EXTRACTED INFORMATION
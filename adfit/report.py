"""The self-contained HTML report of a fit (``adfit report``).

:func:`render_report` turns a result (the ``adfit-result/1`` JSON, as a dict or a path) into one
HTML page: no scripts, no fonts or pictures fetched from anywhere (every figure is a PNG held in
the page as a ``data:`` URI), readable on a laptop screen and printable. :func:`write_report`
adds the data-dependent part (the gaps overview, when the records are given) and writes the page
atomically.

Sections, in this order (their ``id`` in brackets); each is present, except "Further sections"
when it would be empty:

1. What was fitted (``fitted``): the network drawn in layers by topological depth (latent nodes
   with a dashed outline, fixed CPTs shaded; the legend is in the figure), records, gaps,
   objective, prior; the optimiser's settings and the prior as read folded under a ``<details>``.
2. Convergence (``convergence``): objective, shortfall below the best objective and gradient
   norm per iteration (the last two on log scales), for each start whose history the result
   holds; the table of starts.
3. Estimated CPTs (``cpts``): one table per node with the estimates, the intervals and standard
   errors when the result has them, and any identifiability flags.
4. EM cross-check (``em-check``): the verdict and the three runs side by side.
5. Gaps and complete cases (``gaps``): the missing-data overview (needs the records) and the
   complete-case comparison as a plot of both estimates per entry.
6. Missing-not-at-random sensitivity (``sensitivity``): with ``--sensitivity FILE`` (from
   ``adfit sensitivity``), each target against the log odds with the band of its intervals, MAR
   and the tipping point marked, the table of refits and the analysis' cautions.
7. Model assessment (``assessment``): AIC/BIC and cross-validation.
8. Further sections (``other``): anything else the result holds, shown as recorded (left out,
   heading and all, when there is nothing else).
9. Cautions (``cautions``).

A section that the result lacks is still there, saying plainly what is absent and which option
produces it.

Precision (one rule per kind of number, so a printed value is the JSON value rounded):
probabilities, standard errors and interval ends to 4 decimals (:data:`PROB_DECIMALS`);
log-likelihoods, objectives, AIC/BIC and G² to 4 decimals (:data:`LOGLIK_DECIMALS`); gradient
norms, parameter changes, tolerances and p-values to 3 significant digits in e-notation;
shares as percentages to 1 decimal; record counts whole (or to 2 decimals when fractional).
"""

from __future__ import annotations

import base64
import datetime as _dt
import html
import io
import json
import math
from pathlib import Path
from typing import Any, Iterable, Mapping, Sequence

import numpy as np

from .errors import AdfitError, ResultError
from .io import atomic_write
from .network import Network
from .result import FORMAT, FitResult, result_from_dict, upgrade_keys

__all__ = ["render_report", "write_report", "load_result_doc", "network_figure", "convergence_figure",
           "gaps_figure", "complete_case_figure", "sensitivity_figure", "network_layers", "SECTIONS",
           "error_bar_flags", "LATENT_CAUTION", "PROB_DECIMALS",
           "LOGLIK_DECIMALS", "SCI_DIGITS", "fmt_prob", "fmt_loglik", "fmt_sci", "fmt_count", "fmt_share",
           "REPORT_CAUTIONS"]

==

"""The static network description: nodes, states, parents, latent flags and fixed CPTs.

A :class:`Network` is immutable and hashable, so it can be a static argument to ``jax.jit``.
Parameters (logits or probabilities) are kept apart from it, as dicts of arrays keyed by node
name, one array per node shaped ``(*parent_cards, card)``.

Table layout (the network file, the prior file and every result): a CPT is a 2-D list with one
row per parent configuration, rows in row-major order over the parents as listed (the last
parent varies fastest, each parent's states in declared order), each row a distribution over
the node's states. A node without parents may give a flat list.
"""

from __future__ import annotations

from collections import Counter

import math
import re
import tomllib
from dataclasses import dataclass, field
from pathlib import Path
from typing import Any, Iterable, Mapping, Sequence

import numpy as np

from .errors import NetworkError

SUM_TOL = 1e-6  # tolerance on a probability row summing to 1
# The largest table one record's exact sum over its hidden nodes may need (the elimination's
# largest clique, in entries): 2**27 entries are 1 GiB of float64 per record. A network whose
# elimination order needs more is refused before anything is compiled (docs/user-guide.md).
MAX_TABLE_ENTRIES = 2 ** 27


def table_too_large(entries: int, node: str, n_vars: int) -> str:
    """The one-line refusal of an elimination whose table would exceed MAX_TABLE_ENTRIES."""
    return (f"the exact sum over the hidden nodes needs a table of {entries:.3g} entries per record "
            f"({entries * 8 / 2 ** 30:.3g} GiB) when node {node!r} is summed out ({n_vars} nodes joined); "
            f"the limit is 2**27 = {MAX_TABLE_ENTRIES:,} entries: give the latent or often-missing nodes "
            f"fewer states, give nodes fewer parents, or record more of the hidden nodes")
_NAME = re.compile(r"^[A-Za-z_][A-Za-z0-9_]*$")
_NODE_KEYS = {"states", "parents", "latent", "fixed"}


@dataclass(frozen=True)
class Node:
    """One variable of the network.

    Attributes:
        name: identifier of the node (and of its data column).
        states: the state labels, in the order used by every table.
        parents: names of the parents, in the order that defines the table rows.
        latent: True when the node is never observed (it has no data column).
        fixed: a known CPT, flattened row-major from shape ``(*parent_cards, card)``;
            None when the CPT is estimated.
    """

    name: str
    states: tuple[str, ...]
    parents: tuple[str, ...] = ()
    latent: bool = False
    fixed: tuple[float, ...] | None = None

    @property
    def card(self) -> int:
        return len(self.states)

EXERCISE DESCRIPTION
Reproduce exactly the lines above from the line with "latent: bool = False" to the line with "return len(self.states)", including both, and add nothing.

RESULT BELOW
    latent: bool = False
    fixed: tuple[float, ...] | None = None

    @property
    def card(self) -> int:
        return len(self.states)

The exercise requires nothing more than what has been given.